De runtime- en applicatiecontainers zijn gebouwd met behulp van OSTree-technologie, waarbij de afbeelding atomair wordt bijgewerkt vanuit een Git-achtige repository, waardoor versiebeheermethoden kunnen worden toegepast op de distributiecomponenten (u kunt het systeem bijvoorbeeld snel terugdraaien naar een vorige staat). RPM-pakketten worden vertaald naar de OSTree-repository met behulp van een speciale rpm-ostree-laag. Afzonderlijke installatie en update van pakketten binnen de werkomgeving wordt niet ondersteund; het systeem wordt niet bijgewerkt op het niveau van individuele componenten, maar als geheel, waardoor de staat ervan atomair verandert. Biedt tools om updates stapsgewijs toe te passen, waardoor het niet meer nodig is om de image bij elke update volledig te vervangen.

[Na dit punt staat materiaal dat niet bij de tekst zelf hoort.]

//! What kind of section a heading announces.

/// The parts of a research report, by the words that head them.
#[derive(Clone, Copy, Debug, PartialEq, Eq, Hash)]
pub enum SectionKind {
    Title,
    Abstract,
    Introduction,
    Methods,
    Results,
    Discussion,
    /// Acknowledgements, funding, conflicts, appendices: nothing to audit in particular.
    Back,
    References,
    Unknown,
}

impl SectionKind {
    /// The kind that a heading names, if it names one.
    pub fn of_title(title: &str) -> Option<SectionKind> {
        let t = title.trim_start_matches(|c: char| !c.is_alphabetic()).to_lowercase();
        let starts = |words: &[&str]| words.iter().any(|w| t.starts_with(w));
        let holds = |words: &[&str]| words.iter().any(|w| t.contains(w));
        if starts(&["abstract", "summary", "synopsis"]) {
            Some(SectionKind::Abstract)
        } else if starts(&["introduction", "background", "objective", "aim", "purpose", "rationale"]) {
            Some(SectionKind::Introduction)
        } else if starts(&["references", "reference list", "bibliograph", "literature cited"])
            || t.trim_end() == "reference"
        {
            Some(SectionKind::References)
        } else if starts(&["method", "material", "patients and", "subjects and", "participants and", "experimental"])
            || holds(&["methods", "statistical analys", "sample size", "study design", "data analys", "statistics"])
        {
            Some(SectionKind::Methods)
        } else if starts(&["result", "findings", "outcomes"]) || t.ends_with("results") {
            Some(SectionKind::Results)
        } else if starts(&["discussion", "conclusion", "comment", "interpretation", "limitation", "strengths"]) {
            Some(SectionKind::Discussion)
        } else if starts(&["acknowledg", "funding", "competing", "conflict", "author", "abbreviation", "supplement"]) {
            Some(SectionKind::Back)
        } else {
            None
        }
    }
}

De gegenereerde geïsoleerde omgeving is volledig onafhankelijk van de gebruikte distributie en heeft bij de juiste pakketinstellingen geen toegang tot bestanden en processen van de gebruiker of het hoofdsysteem, en kan ook niet direct toegang krijgen tot de apparatuur, met uitzondering van uitvoer via DRI en oproepen naar het netwerksubsysteem. Grafische uitvoer en invoerorganisatie worden geïmplementeerd met behulp van het Wayland-protocol of via X11-socket forwarding. Interactie met de externe omgeving is gebaseerd op het DBus-berichtensysteem en een speciale Portals API.

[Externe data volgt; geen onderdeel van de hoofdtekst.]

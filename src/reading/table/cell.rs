//! The forms of one cell of results: `12.4 (3.1)`, `5.2 ± 1.1`, `12/40 (30)`, `8 (7–10)`, `0.03`.
//!
//! A cell is read whole or not at all: what stands in it besides the form and footnote marks makes it another thing.

use super::super::lexicon::Classes;
use super::super::sentence::SentenceView;
use super::super::token::{Style, TokenKind};
use super::super::{Relation, SpreadKind};
use crate::printed::Printed;

/// The figures of a cell, before it is known what they mean.
#[derive(Clone, Copy, Debug, PartialEq)]
pub(super) enum Form {
    /// `5.2 ± 1.1`, `5.2 (±1.1)`
    PlusMinus { centre: Printed, spread: Printed },
    /// `12.4 (3.1)`, `12 (30%)`, `12.4 (SD 3.1)`
    Bracket { centre: At, inner: Printed, percent: bool, named: Option<SpreadKind> },
    /// `12/40`, `12/40 (30)`, `30% (12/40)`
    Fraction { events: At, total: At, percent: Option<Printed> },
    /// `30% (12)`
    PercentFirst { percent: Printed, events: At },
    /// `8 (7–10)`
    Pair { centre: At, lower: Printed, upper: Printed },
    /// `12.4`, `30%`
    Single { value: At, percent: bool },
}

/// A number with its token.
#[derive(Clone, Copy, Debug, PartialEq)]
pub(super) struct At {
    pub printed: Printed,
    /// First and last token.
    pub first: usize,
    pub last: usize,
}

/// A cell that is a form and nothing else.
#[derive(Clone, Copy, Debug, PartialEq)]
pub(super) struct Read {
    pub form: Form,
    /// First and last token of the form.
    pub first: usize,
    pub last: usize,
    /// A size of its own behind the form: `12.4 (3.1) (n = 20)`.
    pub n: Option<At>,
}

/// The tokens of a cell without footnote marks.
struct Line<'a> {
    view: &'a SentenceView<'a>,
    kept: Vec<usize>,
}

impl<'a> Line<'a> {
    fn of(view: &'a SentenceView<'a>) -> Line<'a> {
        let kept = (0..view.len())
            .filter(|&i| {
                view.style(i) != Style::Superscript && !view.signs(i, &['*', '†', '‡', '§', '¶', '#', '$', '∗'])
            })
            .collect();
        Line { view, kept }
    }

    /// The token behind position `k`; past the end it is past the view's end.
    fn at(&self, k: usize) -> usize {
        self.kept.get(k).copied().unwrap_or(self.view.len())
    }

    fn sign(&self, k: usize, signs: &[char]) -> bool {
        self.view.signs(self.at(k), signs)
    }

    /// A number with its sign; gives the position after it.
    fn number(&self, k: usize) -> Option<(At, usize)> {
        let first = self.at(k);
        if let Some(printed) = self.view.number(first) {
            return Some((At { printed, first, last: first }, k + 1));
        }
        let negative = self.sign(k, &['-']);
        if !negative && !self.sign(k, &['+']) {
            return None;
        }
        let last = self.at(k + 1);
        let printed = self.view.number(last)?;
        Some((At { printed: if negative { printed.negated() } else { printed }, first, last }, k + 2))
    }

    /// A percent sign may stand at `k`; gives whether it does and the position after it.
    fn percent(&self, k: usize) -> (bool, usize) {
        let there = self.sign(k, &['%']);
        (there, k + usize::from(there))
    }
}

/// The forms of a cell, where it is nothing but forms: `5.2 ± 1.1/4.8 ± 0.9`, `8 (7–10) 8.4 (SD 2.2)`; empty otherwise.
pub(super) fn read(view: &SentenceView) -> Vec<Read> {
    /// More forms than a cell holds side by side.
    const MOST: usize = 4;
    let line = Line::of(view);
    let mut found = Vec::new();
    let mut k = 0;
    while let Some((form, end)) = form(&line, k).filter(|_| found.len() < MOST) {
        let behind = own_size(&line, end).or_else(|| bare_size(&line, &form, end));
        let (n, after) = match behind {
            Some((n, after)) => (Some(n), after),
            // `59.3 ± 10.3 (37–75)`: the range beside the mean.
            None => (None, range_behind(&line, &form, end).unwrap_or(end)),
        };
        found.push(Read { form, first: line.at(k), last: line.at(end - 1), n });
        let rest = skip_marks(&line, after);
        if rest >= line.kept.len() {
            return found;
        }
        // `T1/T2/T3/T4` in counts.
        let counts = matches!(form, Form::Fraction { percent: None, .. });
        if counts && line.sign(rest, &['/']) {
            return Vec::new();
        }
        // Another form behind a sign, or right behind brackets.
        let apart = line.sign(rest, &['/', ';']) || line.sign(rest, &[',']) && line.sign(rest - 1, &[')', ']']);
        let glued = rest == after && line.sign(rest - 1, &[')', ']']) && line.number(rest).is_some();
        if !apart && !glued {
            return Vec::new();
        }
        k = rest + usize::from(apart);
    }
    Vec::new()
}

/// The form that a cell begins with, whatever is said behind a comma: `1.57 [0.49, 2.65], d = 0.66`.
pub(super) fn read_first(view: &SentenceView) -> Option<Read> {
    if let [first, ..] = read(view)[..] {
        return Some(first);
    }
    let line = Line::of(view);
    let (form, end) = form(&line, 0)?;
    let p = line.sign(end, &['(', '[']) && view.is(line.at(end + 1), Classes::P);
    let apart = p || line.sign(end, &[',', ';']);
    apart.then(|| Read { form, first: line.at(0), last: line.at(end - 1), n: None })
}

/// Passes marks that lost their raised setting (`12.4 (3.1)a`) and units.
fn skip_marks(line: &Line, after: usize) -> usize {
    let mut rest = after;
    loop {
        let at = line.at(rest);
        let token = line.view.get(at).filter(|t| t.is_word());
        let short = |at: usize| line.view.word(at).chars().count() <= 2;
        let mark = token.is_some_and(|t| {
            t.is(Classes::UNIT) || short(at) && !t.is(Classes::CI) && !line.view.any(at, &["to", "or", "n"])
        });
        let more =
            rest > after && (line.sign(rest, &[',']) && line.view.get(line.at(rest + 1)).is_some_and(|t| t.is_word()));
        if !mark && !more {
            return rest;
        }
        rest += 1;
    }
}

/// `0.62 to 0.91`, `(−4.1; −1.0)`: two limits and nothing else.
pub(super) fn limits(view: &SentenceView) -> Option<(At, At)> {
    let line = Line::of(view);
    let open = usize::from(line.sign(0, &['(', '[', '{']));
    let (lower, next) = line.number(open)?;
    let (_, next) = line.percent(next);
    if !line.sign(next, &['-', ',', ';', ':', '~', '/']) && !line.view.any(line.at(next), &["to", "and"]) {
        return None;
    }
    let (upper, next) = line.number(next + 1)?;
    let (_, next) = line.percent(next);
    let next = next + usize::from(open == 1 && line.sign(next, &[')', ']', '}']));
    (skip_marks(&line, next) >= line.kept.len()).then_some((lower, upper))
}

fn form(line: &Line, start: usize) -> Option<(Form, usize)> {
    // `(20/10)`: the whole in brackets.
    if line.sign(start, &['(', '[']) {
        let (inside, next) = form(line, start + 1)?;
        return if matches!(inside, Form::Fraction { .. } | Form::Single { .. }) {
            closed(line, next, inside)
        } else {
            None
        };
    }
    let (centre, next) = line.number(start)?;
    let (centre_percent, next) = line.percent(next);
    if line.sign(next, &['±']) {
        let (spread, next) = line.number(next + 1)?;
        let (_, next) = line.percent(next);
        return Some((Form::PlusMinus { centre: centre.printed, spread: spread.printed }, next));
    }
    if line.sign(next, &['/']) && !centre_percent {
        let (total, after) = line.number(next + 1)?;
        let whole = centre.printed.count().is_some() && total.printed.count().is_some();
        if !whole {
            return Some((Form::Single { value: centre, percent: centre_percent }, next));
        }
        let next = after;
        if line.sign(next, &['(', '[', ',', ';']) {
            let bracket = line.sign(next, &['(', '[']);
            let (percent, next) = line.number(next + 1)?;
            let (_, next) = line.percent(next);
            let closed = line.sign(next, &[')', ']']);
            let form = Form::Fraction { events: centre, total, percent: Some(percent.printed) };
            return (closed == bracket).then_some((form, next + usize::from(closed)));
        }
        return Some((Form::Fraction { events: centre, total, percent: None }, next));
    }
    if !line.sign(next, &['(', '[', '{']) || own_size(line, next).is_some() {
        return Some((Form::Single { value: centre, percent: centre_percent }, next));
    }
    let mut at = next + 1;
    if line.sign(at, &['±']) {
        let (spread, next) = line.number(at + 1)?;
        return closed(line, next, Form::PlusMinus { centre: centre.printed, spread: spread.printed });
    }
    let named = named_spread(line, at);
    if named.is_some() {
        at += 1;
        at += usize::from(line.sign(at, &['=', ':', ',', '±']));
    }
    let (inner, next) = line.number(at)?;
    if line.sign(next, &['/']) {
        let (total, next) = line.number(next + 1)?;
        let (events, whole) = (inner.printed, total.printed);
        // `180 (120/414)` holds two quartiles, `54.1 (166/307)` a fraction: the figure in front tells.
        let counts = events.count().is_some() && whole.count().is_some() && named.is_none();
        let share = 100.0 * events.value() / whole.value();
        let near = (share - centre.printed.value()).abs() < 5.0;
        let between = events.value() <= centre.printed.value() && centre.printed.value() <= whole.value();
        let form = if counts && (near || centre_percent || !between) {
            Form::Fraction { events: inner, total, percent: Some(centre.printed) }
        } else {
            Form::Pair { centre, lower: events, upper: whole }
        };
        return closed(line, next, form);
    }
    let (inner_percent, next) = line.percent(next);
    if line.sign(next, &[')', ']', '}']) {
        // `8 (7,100)` and `3.4 (0,13)` may be two limits: the comma is no decimal mark for certain.
        if let Some((a, b)) = line.view.word(inner.last).split_once(',')
            && !line.view.word(centre.last).contains(',')
        {
            let (a, b) = (Printed::parse(a)?, Printed::parse(b)?);
            let between = a.value() <= centre.printed.value() && centre.printed.value() <= b.value();
            let form = Form::Pair { centre, lower: a, upper: b };
            return if between { closed(line, next, form) } else { None };
        }
        let form = if centre_percent && !inner_percent {
            inner.printed.count()?;
            Form::PercentFirst { percent: centre.printed, events: inner }
        } else if centre_percent {
            return None;
        } else {
            Form::Bracket { centre, inner: inner.printed, percent: inner_percent, named }
        };
        return closed(line, next, form);
    }
    let to = line.view.any(line.at(next), &["to", "and"]);
    if !to && !line.sign(next, &['-', ',', ';', ':']) {
        return None;
    }
    let (upper, next) = line.number(next + 1)?;
    let (_, next) = line.percent(next);
    let (a, b) = (inner.printed, upper.printed);
    closed(line, next, Form::Pair { centre, lower: a, upper: b })
}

Voor isolatie wordt gebruik gemaakt van de Bubblewrap-laag en traditionele Linux-containervirtualisatietechnologieën, gebaseerd op het gebruik van cgroups, naamruimten, Seccomp en SELinux. PulseAudio wordt gebruikt om geluid uit te voeren. In dit geval kan isolatie worden uitgeschakeld, wat door de ontwikkelaars van veel populaire pakketten wordt gebruikt om volledige toegang te krijgen tot het bestandssysteem en alle apparaten in het systeem. GIMP, VSCodium, PyCharm, Octave, Inkscape, Audacity en VLC worden bijvoorbeeld geleverd met een beperkte isolatiemodus die volledige toegang tot de thuismap geeft. Als pakketten met toegang tot de homedirectory in gevaar komen, ondanks de aanwezigheid van het label “sandboxed” in de pakketbeschrijving, hoeft de aanvaller alleen het bestand ~/.bashrc te wijzigen om zijn code uit te voeren. Een apart probleem is de controle over wijzigingen aan pakketten en het vertrouwen in pakketbouwers, die vaak niet geassocieerd zijn met het hoofdproject of de distributies.